12. GENERAL. These Terms shall constitute the final, complete and exclusive agreement of the Parties with respect to all transactions between Senza Tech, LLC. and the Company relating to the Product and shall supersede all prior offers, negotiations, understandings and agreements. No additional or different terms or conditions, whether material or immaterial, shall be incorporated into any
agreement unless expressly accepted in writing by an authorized officer of Senza Tech, LLC.. These Terms are not assignable by Company. These Terms are binding on the Parties and their respective successors and permitted assignees. Any waiver by Senza Tech, LLC. of one or more of these Terms or any default hereunder shall not constitute a waiver of the remaining terms and conditions or of any future default hereunder. No failure or delay on the part of Senza Tech, LLC. in exercising or enforcing any right hereunder shall operate as a waiver thereof or preclude any other exercise or enforcement of any right hereunder.
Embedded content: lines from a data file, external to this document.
/**
 * Turns a project's {@code solar:} section into a {@link SolarSetup}: reads the weather file (EPW or our CSV)
 * or builds the synthetic year from the monthly means, computes the sun path for the site and year, and applies
 * the defaults, each recorded as an {@link Assumption} with its source. User mistakes are
 * {@link InputException}s located at the project field (or, for a weather file, at its line).
 */
public final class SolarAssembler {

    /** Backup: days to refill the bank while carrying the loads when the project does not say (common practice, no source). */
    public static final double DEFAULT_REFILL_DAYS = 3.0;
    /** Most identical controllers in parallel considered (common practice, no source: beyond this, a larger unit). */
    public static final int DEFAULT_MAX_CONTROLLERS = 4;
    /** Tilts searched when the project gives none: 0° to 90° in 1° steps (our choice). */
    public static final double TILT_STEP_DEG = 1.0;
    /** Synthetic year with a seed: spread of daily clearness relative to the month's mean (our choice, no source). */
    public static final double CLEARNESS_SPREAD = 0.25;
    /** Synthetic year with a seed: day-to-day correlation of clearness (from memory, unconfirmed). */
    public static final double CLEARNESS_LAG1 = 0.3;
    /** Largest difference between the weather file's location and the site accepted without a warning, degrees. */
    public static final double LOCATION_WARNING_DEG = 1.0;

    static final String PRACTICE = ProjectAssembler.PRACTICE;

    private SolarAssembler() {
    }

    /**
     * @param project     the validated project (its {@code solar} section must be present)
     * @param year        the calendar year of the hourly series
     * @param catalog     the catalog (checked for PV modules and controllers)
     * @param assumptions where to record the defaults used
     * @param warnings    where to add warnings
     */
    public static SolarSetup assemble(Project project, int year, Catalog catalog, List<Assumption> assumptions,
                                      List<Problem> warnings) throws InputException {
        ProjectInput p = project.input();
        ProjectInput.SolarInput s = p.solar();
        ProjectInput.SiteInput site = p.site();
        List<Problem> errors = new ArrayList<>();
        if (site.recordLowC() == null) {
            errors.add(project.problemAt("site.recordLowC", "is missing; the PV string voltage check (NEC 690.7) needs it",
                    "give the record low air temperature of the site, °C"));
        }
        if (site.designHighC() == null) {
            errors.add(project.problemAt("site.designHighC", "is missing; the hot maximum-power voltage check needs it",
                    "give the design high air temperature of the site, °C"));
        }
        if (site.recordLowC() != null && site.designHighC() != null && site.designHighC() <= site.recordLowC()) {
            errors.add(project.problemAt("site.designHighC", "is " + fmt(site.designHighC()) + " °C, not above the record low "
                    + fmt(site.recordLowC()) + " °C", "the design high must be warmer than the record low"));
        }
        if (catalog.pvModules().isEmpty() || catalog.chargeControllers().isEmpty()) {
            errors.add(project.problemAt("solar", "the catalog \"" + catalog.name() + "\" lists "
                    + (catalog.pvModules().isEmpty() ? "no PV modules (pvModules)" : "no charge controllers (chargeControllers)"),
                    "add them to the catalog, or remove the solar section"));
        }
        if (!errors.isEmpty()) {
            throw new InputException(errors);
        }

        double elevation = site.elevationM() != null ? site.elevationM() : 0.0;
        if (site.elevationM() == null) {
            assumptions.add(new Assumption("Site elevation (sun position refraction)", 0, "m", "default", PRACTICE));
        }
        ZoneId zone = zone(site);
        Site solarSite = Site.inZone(site.latitudeDeg(), site.longitudeDeg(), elevation, zone, year);
        assumptions.add(new Assumption("Standard-time offset of the hourly series from UTC", solarSite.utcOffsetHours(), "h",
                site.timeZone() != null || site.utcOffsetHours() != null ? "project" : "default",
                site.timeZone() != null ? "standard offset of " + site.timeZone() + " in " + year + " (no daylight saving)"
                        : site.utcOffsetHours() != null ? "project" : "longitude ÷ 15, rounded"));
        double deltaT = SunPositions.estimateDeltaTS(LocalDate.of(year, 7, 1));
        assumptions.add(new Assumption("Sun position: ΔT = TT − UT", deltaT, "s", "default",
                "NREL SPA (Reda and Andreas 2004) by the solarpositioning library; ΔT by the Espenak and Meeus fits"));
        int hours = HourCalendar.ofYear(year).hours();

        WeatherYear weather;
        SunPath sunPath;
        String resource;
        double[] ghi = null;
        double[] temp = null;
        if (s.weatherFile() != null) {
            String display = project.displayOf(s.weatherFile());
            Path file = project.resolve(s.weatherFile());
            String text = InputFiles.readText(file, display, InputFiles.MAX_DATA_BYTES);
            boolean epw = s.weatherFile().toLowerCase(Locale.ROOT).endsWith(".epw")
                    || text.stripLeading().regionMatches(true, 0, "LOCATION", 0, 8);
            if (epw) {
                EpwFile f = EpwReader.read(new StringReader(text), display);
                weather = f.weather();
                var loc = f.location();
                if (Math.abs(loc.utcOffsetHours() - solarSite.utcOffsetHours()) > 1e-9) {
                    throw InputException.at(org.holdover.project.SourceLocation.of(display, 1), "LOCATION",
                            "the file's hours are in UTC" + offset(loc.utcOffsetHours()) + " standard time but the site's are in UTC"
                                    + offset(solarSite.utcOffsetHours()),
                            "use a weather file for the site's time zone, or correct site.timeZone");
                }
                if (Math.abs(loc.latitudeDeg() - solarSite.latitudeDeg()) > LOCATION_WARNING_DEG
                        || Math.abs(loc.longitudeDeg() - solarSite.longitudeDeg()) > LOCATION_WARNING_DEG) {
                    warnings.add(project.problemAt("solar.weatherFile", String.format(Locale.ROOT,
                            "the weather file is for %.2f°, %.2f° (%s), more than %.0f° from the site", loc.latitudeDeg(),
                            loc.longitudeDeg(), loc.city(), LOCATION_WARNING_DEG), "use weather recorded or modelled near the site"));
                }
                resource = "hourly weather file " + display + " (EPW, " + loc.city() + ")";
            } else {
                weather = WeatherCsvReader.read(new StringReader(text), display);
                resource = "hourly weather file " + display + " (CSV)";
            }
            if (weather.hours() != hours) {
                throw new InputException(project.problemAt("solar.weatherFile", "has " + weather.hours()
                        + " hourly rows but the year " + year + " has " + hours + " hours",
                        hours == HourCalendar.HOURS_LEAP_YEAR ? "set site.year to a common year, or give 8784 rows"
                                : "set site.year to a leap year, or give 8760 rows"));
            }
            double meanC = mean(weather.airTempC());
            sunPath = SunPath.compute(solarSite, year, deltaT, Refraction.standardAtmosphere(elevation, meanC));
        } else {
            ghi = toArray(s.monthlyGhiKwhM2Day());
            temp = toArray(s.monthlyAirTempC());
            MonthlyClimate climate = MonthlyClimate.withDefaultTempRange(ghi, temp);
            double[] k = SyntheticYear.monthlyClearness(solarSite, year, climate);
            List<Problem> bad = new ArrayList<>();
            for (int m = 0; m < 12; m++) {
                if (Double.isNaN(k[m]) && ghi[m] > 0) {
                    bad.add(project.problemAt("solar.monthlyGhiKwhM2Day[" + m + "]", "is " + fmt(ghi[m])
                            + " kWh/m²/day but the sun does not rise at the site in that month", "0 in a month of polar night"));
                } else if (k[m] > SyntheticYear.MAX_MONTHLY_CLEARNESS) {
                    bad.add(project.problemAt("solar.monthlyGhiKwhM2Day[" + m + "]", String.format(Locale.ROOT,
                            "is %s kWh/m²/day: %.0f %% of what reaches the top of the atmosphere, more than clear skies let through",
                            fmt(ghi[m]), 100 * k[m]), "check the units (kWh per m² per day, on the horizontal) and the month order"));
                }
            }
            if (!bad.isEmpty()) {
                throw new InputException(bad);
            }
            double meanC = 0;
            for (double t : temp) {
                meanC += t / 12.0;
            }
            sunPath = SunPath.compute(solarSite, year, deltaT, Refraction.standardAtmosphere(elevation, meanC));
            ClearnessSequence seq = s.clearnessSeed() == null ? ClearnessSequence.uniform()
                    : new ClearnessSequence.SeededRandom(s.clearnessSeed(), CLEARNESS_SPREAD, CLEARNESS_LAG1);
            weather = SyntheticYear.generate(sunPath, climate, seq).weather();
            resource = "synthetic year from the project's monthly means (Collares-Pereira and Rabl 1979 hourly shares, "
                    + "Erbs et al. 1982 diffuse fraction), "
                    + (s.clearnessSeed() == null ? "every day of a month alike" : "day-to-day clearness seeded with " + s.clearnessSeed());
            assumptions.add(new Assumption("Synthetic year: daily air-temperature swing", MonthlyClimate.DEFAULT_DAILY_TEMP_RANGE_C,
                    "°C", "default", PRACTICE + "; cosine swing peaking at 15:00"));
            if (s.clearnessSeed() != null) {
                assumptions.add(new Assumption("Synthetic year: spread of daily clearness (fraction of the month's mean)",
                        CLEARNESS_SPREAD, "", "default", "our choice, no source"));
                assumptions.add(new Assumption("Synthetic year: day-to-day correlation of clearness", CLEARNESS_LAG1, "",
                        "default", "from memory, unconfirmed"));
            }
        }

        double albedo = s.albedo() != null ? s.albedo() : PoaSettings.DEFAULT_ALBEDO;
        assumptions.add(new Assumption("Ground reflectance (albedo)", albedo, "", given(s.albedo()),
                s.albedo() != null ? "project" : PRACTICE + " (ground without snow; fresh snow 0.7 or more)"));
        assumptions.add(new Assumption("Sky diffuse on the tilted plane: Hay and Davies (1 = used)", 1, "", "default",
                "J. E. Hay, J. A. Davies (1980); Duffie and Beckman §2.16"));
        assumptions.add(new Assumption("Reflection loss at the module glass: ASHRAE coefficient b0", IncidenceAngleModifier.DEFAULT_B0,
                "", "default", "IAM = 1 − b0 (1/cos θ − 1), Souka and Safwat (1966), ASHRAE 93-77; b0 = 0.05: " + PRACTICE));
        double azimuth = s.azimuthDeg() != null ? (s.azimuthDeg() % 360.0) : (solarSite.latitudeDeg() > 0 ? 180.0 : 0.0);
        assumptions.add(new Assumption("Array azimuth, clockwise from north", azimuth, "°", given(s.azimuthDeg()),
                s.azimuthDeg() != null ? "project" : "facing the equator"));
        double[] tilts;
        if (s.tiltDeg() != null) {
            tilts = new double[] {s.tiltDeg()};
            assumptions.add(new Assumption("Array tilt from horizontal", s.tiltDeg(), "°", "project", "project"));
        } else {
            int n = (int) Math.round(90.0 / TILT_STEP_DEG) + 1;
            tilts = new double[n];
            for (int i = 0; i < n; i++) {
                tilts[i] = i * TILT_STEP_DEG;
            }
            assumptions.add(new Assumption("Array tilt: searched from 0° to 90° to the nearest", TILT_STEP_DEG, "°", "default",
                    "the tilt that needs the smallest array for the month that decides (ties to the lower tilt);"
                            + " every 5° first, then every 1° around the best: our choice"));
        }
        PoaSettings settings = new PoaSettings(new SurfaceOrientation(tilts[0], azimuth), SkyModel.HAY_DAVIES, albedo,
                IncidenceAngleModifier.ashraeDefault());
        DcLosses losses = DcLosses.defaults();
        for (DcLosses.LossItem item : losses.items()) {
            assumptions.add(new Assumption("PV DC loss: " + item.name(), item.fraction(), "", "default", item.source()));
        }
        assumptions.add(new Assumption("PV cells: NOCT model; irradiance for the hot-cell voltage check",
                StringDesignConditions.DEFAULT_DESIGN_IRRADIANCE_W_M2, "W/m²", "default",
                "T_cell = T_air + (NOCT − 20 °C) × G ÷ 800 W/m²; 1000 W/m²: " + PRACTICE));
        double systemLimitV = s.systemVoltageLimitV() != null ? s.systemVoltageLimitV() : Nec690.DWELLING_LIMIT_V;
        assumptions.add(new Assumption(s.systemVoltageLimitV() != null ? "Maximum PV system voltage"
                : "Maximum PV system voltage (NEC 690.7, one- and two-family dwellings)", systemLimitV, "V", given(s.systemVoltageLimitV()),
                s.systemVoltageLimitV() != null ? "project"
                        : "NFPA 70 (NEC) 690.7: 600 V for dwellings, 1000 V for other buildings; the stricter limit is applied"));
        assumptions.add(new Assumption("Identical charge controllers in parallel, at most", DEFAULT_MAX_CONTROLLERS, "", "default",
                PRACTICE));
        ControllerType type = s.controller() == null ? null
                : s.controller().equalsIgnoreCase("pwm") ? ControllerType.PWM : ControllerType.MPPT;
        double refill = s.refillDays() != null ? s.refillDays() : DEFAULT_REFILL_DAYS;
        if (p.mode() == ProjectInput.Mode.BACKUP) {
            assumptions.add(new Assumption("Backup: days to refill what the hardest outage drew, while carrying the loads",
                    refill, "days", given(s.refillDays()), s.refillDays() != null ? "project" : PRACTICE));
        } else if (s.refillDays() != null) {
            warnings.add(project.problemAt("solar.refillDays", "is only used in backup mode", "remove it"));
        }
        return new SolarSetup(solarSite, year, weather, sunPath, resource, ghi, temp, s.tiltDeg(), tilts, settings, losses,
                type, refill, site.recordLowC(), site.designHighC(), StringDesignConditions.DEFAULT_DESIGN_IRRADIANCE_W_M2,
                systemLimitV, DEFAULT_MAX_CONTROLLERS);
    }

    /** The zone the project's clock times are in: the IANA zone, else the fixed offset, else longitude ÷ 15. */
    static ZoneId zone(ProjectInput.SiteInput site) {
        if (site.timeZone() != null) {
            return ZoneId.of(site.timeZone());
        }
        if (site.utcOffsetHours() != null) {
            return ZoneOffset.ofTotalSeconds((int) Math.round(site.utcOffsetHours() * 3600));
        }
        return ZoneOffset.ofHours((int) Math.round(site.longitudeDeg() / 15.0));
    }

    private static String offset(double h) {
        return (h >= 0 ? "+" : "−") + fmt(Math.abs(h));
    }

    private static double mean(double[] a) {
        double s = 0;
        for (double v : a) {
            s += v;
        }
        return s / a.length;
    }

    private static double[] toArray(List<Double> values) {
        double[] a = new double[values.size()];
        for (int i = 0; i < a.length; i++) {
            a[i] = values.get(i);
        }
        return a;
    }

    private static String given(Object o) {
        return o != null ? "project" : "default";
    }

    private static String fmt(double v) {
        return v == Math.rint(v) && Math.abs(v) < 1e15 ? String.valueOf((long) v) : String.valueOf(v);
    }
}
Any provision of these Terms that is prohibited or unenforceable under applicable law
shall be ineffective to the extent of such prohibition or unenforceability, without impairing or invalidating the remaining provisions of these Terms. These Terms and all performance and disputes arising out of or related to goods in question, shall be governed by the laws of the State of New Jersey. The Company agrees to comply, at its sole expense, with all applicable laws in connection with the use of the Product, including, without limitation, laws governing export of products.